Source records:
------------------------------------------------------------------------
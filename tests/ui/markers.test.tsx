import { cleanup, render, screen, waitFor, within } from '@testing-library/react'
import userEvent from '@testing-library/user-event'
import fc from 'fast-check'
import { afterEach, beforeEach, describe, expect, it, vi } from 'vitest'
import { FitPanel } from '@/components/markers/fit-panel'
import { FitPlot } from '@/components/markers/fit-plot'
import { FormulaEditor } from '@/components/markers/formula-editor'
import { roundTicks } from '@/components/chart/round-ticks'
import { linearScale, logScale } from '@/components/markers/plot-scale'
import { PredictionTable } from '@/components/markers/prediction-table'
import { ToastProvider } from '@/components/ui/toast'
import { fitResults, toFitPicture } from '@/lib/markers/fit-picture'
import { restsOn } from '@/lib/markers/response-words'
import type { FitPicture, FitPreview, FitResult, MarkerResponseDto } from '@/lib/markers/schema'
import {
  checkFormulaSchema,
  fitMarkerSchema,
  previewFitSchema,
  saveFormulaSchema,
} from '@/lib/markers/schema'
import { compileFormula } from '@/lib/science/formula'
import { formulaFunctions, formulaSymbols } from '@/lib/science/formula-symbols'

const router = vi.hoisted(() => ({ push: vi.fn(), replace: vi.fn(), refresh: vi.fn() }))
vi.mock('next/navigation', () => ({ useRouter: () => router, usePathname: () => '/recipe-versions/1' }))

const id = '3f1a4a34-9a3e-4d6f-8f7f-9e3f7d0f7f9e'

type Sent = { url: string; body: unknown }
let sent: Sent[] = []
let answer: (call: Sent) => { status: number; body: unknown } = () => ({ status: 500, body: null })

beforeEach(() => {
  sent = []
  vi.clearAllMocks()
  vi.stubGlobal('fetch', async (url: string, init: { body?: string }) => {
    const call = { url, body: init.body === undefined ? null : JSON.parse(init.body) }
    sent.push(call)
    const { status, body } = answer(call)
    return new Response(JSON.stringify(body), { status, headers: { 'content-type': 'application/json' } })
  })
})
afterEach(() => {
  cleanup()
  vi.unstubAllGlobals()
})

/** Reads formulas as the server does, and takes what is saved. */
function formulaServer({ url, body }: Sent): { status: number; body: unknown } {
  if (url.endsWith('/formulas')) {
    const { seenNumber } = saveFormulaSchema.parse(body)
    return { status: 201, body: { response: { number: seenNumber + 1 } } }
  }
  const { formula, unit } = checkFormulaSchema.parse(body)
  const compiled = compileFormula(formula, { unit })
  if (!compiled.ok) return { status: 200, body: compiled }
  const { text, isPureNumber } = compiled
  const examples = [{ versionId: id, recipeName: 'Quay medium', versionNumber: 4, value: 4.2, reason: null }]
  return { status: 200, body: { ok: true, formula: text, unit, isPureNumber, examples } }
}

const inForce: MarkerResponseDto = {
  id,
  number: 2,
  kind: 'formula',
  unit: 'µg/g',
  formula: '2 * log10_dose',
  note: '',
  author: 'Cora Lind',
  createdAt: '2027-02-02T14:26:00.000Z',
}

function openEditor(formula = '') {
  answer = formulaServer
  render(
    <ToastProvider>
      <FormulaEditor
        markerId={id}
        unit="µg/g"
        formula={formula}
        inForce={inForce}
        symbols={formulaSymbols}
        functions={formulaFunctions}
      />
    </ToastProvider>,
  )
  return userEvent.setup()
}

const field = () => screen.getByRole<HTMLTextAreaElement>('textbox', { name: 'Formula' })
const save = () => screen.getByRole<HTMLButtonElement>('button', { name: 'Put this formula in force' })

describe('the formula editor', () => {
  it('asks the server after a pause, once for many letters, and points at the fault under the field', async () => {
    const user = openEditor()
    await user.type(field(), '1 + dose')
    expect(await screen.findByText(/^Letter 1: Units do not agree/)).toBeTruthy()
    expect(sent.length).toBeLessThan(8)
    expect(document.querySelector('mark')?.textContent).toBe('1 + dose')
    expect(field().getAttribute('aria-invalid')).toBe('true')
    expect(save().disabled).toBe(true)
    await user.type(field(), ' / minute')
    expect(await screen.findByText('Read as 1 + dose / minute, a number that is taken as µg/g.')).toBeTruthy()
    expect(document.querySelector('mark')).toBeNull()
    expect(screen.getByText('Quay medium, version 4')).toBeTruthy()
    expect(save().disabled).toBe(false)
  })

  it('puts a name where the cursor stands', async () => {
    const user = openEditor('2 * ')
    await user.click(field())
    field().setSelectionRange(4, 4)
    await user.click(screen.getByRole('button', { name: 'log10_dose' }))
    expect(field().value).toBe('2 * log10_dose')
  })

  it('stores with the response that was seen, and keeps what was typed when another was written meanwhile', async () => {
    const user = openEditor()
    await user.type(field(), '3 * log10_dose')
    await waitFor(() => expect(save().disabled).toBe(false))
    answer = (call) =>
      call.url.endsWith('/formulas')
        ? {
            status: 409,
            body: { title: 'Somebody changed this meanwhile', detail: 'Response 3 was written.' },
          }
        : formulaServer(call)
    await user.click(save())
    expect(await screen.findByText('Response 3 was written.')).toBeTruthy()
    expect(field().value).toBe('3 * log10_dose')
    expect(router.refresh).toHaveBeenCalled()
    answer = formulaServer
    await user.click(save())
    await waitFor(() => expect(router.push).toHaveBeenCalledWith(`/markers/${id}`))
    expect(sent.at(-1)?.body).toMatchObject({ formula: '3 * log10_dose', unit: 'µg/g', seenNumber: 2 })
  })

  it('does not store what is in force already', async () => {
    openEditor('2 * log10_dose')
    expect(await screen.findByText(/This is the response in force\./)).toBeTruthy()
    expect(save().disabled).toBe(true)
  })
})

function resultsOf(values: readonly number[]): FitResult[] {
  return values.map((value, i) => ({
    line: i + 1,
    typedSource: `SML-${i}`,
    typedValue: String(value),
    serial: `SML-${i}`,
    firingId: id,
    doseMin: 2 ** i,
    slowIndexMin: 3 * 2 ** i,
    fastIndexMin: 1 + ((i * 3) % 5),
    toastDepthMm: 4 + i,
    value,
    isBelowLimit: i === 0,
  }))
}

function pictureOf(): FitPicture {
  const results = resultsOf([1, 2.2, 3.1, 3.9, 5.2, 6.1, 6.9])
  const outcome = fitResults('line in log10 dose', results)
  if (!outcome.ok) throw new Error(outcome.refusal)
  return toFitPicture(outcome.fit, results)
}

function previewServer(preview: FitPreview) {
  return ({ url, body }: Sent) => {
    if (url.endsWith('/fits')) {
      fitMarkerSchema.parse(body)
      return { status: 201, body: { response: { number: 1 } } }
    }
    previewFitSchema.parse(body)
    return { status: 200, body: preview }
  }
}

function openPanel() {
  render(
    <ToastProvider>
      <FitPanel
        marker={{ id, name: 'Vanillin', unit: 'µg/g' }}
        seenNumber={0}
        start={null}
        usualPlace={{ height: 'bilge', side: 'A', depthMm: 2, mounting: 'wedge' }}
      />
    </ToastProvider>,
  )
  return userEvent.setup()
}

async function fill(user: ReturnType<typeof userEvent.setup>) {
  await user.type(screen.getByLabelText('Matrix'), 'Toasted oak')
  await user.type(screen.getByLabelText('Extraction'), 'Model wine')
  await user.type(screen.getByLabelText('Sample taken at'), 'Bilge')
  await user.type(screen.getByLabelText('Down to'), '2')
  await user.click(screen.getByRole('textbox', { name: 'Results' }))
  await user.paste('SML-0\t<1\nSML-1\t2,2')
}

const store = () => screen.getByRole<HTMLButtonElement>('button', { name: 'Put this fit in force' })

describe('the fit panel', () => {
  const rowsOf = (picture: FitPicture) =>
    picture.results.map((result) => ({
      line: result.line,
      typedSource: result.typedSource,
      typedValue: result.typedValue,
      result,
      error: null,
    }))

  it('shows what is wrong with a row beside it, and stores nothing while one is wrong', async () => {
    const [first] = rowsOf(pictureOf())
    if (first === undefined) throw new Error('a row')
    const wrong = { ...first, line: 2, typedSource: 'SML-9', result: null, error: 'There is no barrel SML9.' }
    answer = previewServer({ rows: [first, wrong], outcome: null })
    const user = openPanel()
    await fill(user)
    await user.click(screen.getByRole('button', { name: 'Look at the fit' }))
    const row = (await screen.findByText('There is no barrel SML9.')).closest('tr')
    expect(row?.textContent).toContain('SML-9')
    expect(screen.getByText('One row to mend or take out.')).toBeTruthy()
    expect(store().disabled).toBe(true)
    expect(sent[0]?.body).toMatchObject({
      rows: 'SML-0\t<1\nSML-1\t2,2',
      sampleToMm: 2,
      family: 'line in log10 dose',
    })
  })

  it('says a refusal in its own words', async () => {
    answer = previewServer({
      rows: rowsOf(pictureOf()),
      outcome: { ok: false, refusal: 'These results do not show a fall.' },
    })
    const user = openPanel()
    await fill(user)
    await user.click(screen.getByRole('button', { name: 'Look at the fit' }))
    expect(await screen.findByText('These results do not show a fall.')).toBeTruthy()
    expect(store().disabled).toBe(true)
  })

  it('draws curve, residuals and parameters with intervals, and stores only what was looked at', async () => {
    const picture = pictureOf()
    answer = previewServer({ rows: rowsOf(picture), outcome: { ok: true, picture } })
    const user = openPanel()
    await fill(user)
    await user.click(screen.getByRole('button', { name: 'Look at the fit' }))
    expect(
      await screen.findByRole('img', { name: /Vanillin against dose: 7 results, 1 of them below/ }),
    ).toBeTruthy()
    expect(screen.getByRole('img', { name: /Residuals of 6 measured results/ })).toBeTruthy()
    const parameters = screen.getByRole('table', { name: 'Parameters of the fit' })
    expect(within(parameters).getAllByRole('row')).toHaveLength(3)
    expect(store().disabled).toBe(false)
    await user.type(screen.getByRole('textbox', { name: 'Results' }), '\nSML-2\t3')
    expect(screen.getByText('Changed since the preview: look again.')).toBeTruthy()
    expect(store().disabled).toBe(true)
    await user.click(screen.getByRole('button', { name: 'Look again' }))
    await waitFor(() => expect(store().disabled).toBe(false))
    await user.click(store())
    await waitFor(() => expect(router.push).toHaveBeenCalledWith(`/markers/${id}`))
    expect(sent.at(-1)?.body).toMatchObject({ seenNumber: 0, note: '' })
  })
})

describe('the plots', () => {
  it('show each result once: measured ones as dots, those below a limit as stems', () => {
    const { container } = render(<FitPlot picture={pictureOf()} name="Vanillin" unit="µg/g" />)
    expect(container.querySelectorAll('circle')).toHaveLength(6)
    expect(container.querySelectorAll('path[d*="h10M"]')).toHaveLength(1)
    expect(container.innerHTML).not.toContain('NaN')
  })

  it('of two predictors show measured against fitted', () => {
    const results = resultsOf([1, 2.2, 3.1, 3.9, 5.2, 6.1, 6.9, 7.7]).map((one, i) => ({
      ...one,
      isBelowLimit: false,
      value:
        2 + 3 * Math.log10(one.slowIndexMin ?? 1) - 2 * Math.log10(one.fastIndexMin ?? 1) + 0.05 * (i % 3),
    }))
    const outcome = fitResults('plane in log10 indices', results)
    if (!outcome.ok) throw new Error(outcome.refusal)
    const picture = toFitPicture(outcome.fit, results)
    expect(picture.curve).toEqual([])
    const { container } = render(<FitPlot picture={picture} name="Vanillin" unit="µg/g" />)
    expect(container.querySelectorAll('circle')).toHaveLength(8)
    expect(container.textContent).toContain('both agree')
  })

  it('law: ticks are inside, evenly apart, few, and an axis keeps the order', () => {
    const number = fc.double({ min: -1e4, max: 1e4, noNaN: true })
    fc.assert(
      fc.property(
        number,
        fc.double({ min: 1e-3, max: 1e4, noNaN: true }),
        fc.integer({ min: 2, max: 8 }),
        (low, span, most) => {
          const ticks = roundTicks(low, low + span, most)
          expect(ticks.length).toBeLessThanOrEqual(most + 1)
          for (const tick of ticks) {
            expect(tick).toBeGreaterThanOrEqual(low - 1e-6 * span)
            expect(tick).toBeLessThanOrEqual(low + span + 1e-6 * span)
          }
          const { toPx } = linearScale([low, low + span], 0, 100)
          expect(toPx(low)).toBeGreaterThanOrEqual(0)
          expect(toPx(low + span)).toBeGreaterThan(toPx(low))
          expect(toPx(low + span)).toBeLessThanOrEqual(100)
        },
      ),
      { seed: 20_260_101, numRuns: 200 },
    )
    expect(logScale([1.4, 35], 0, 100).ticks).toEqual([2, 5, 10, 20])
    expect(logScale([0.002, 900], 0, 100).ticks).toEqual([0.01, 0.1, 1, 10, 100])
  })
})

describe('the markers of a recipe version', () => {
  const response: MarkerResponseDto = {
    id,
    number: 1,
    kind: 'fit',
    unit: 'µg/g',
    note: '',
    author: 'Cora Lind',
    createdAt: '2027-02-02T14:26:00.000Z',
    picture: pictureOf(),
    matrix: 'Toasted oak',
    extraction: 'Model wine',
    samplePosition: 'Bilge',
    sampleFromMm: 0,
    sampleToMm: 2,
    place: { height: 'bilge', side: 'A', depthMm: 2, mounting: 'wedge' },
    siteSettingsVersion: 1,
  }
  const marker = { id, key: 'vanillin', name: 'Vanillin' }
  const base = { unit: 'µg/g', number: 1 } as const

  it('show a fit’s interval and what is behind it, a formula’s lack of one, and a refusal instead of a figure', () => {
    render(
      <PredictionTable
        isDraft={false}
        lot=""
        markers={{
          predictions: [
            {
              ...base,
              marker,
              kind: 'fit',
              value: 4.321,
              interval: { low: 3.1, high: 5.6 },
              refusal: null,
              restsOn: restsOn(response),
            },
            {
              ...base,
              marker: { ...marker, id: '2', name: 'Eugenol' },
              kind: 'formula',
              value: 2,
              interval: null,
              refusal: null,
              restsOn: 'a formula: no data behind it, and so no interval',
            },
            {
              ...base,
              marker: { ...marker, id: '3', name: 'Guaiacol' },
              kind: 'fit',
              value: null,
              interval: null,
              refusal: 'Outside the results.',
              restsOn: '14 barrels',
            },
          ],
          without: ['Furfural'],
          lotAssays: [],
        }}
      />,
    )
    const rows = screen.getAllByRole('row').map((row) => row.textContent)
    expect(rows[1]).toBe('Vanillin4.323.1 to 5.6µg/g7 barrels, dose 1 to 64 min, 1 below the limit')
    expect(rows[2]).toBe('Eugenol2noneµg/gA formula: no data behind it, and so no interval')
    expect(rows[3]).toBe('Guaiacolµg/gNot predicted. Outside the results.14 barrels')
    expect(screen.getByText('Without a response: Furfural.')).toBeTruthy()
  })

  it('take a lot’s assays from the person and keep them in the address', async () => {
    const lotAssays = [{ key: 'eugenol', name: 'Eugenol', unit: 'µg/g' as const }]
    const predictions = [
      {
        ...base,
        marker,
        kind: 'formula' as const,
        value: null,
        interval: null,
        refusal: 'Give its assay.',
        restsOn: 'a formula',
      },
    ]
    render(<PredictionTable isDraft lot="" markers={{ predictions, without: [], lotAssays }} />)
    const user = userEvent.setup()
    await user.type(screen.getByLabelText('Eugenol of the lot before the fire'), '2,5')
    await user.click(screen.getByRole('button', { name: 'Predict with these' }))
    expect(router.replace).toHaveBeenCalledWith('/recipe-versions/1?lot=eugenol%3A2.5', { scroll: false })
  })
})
------------------------------------------------------------------------
Problem requirements: Note every line of the records that holds the word "toFitPicture", and copy it.

Written response:
import { fitResults, toFitPicture } from '@/lib/markers/fit-picture'
  return toFitPicture(outcome.fit, results)
    const picture = toFitPicture(outcome.fit, results)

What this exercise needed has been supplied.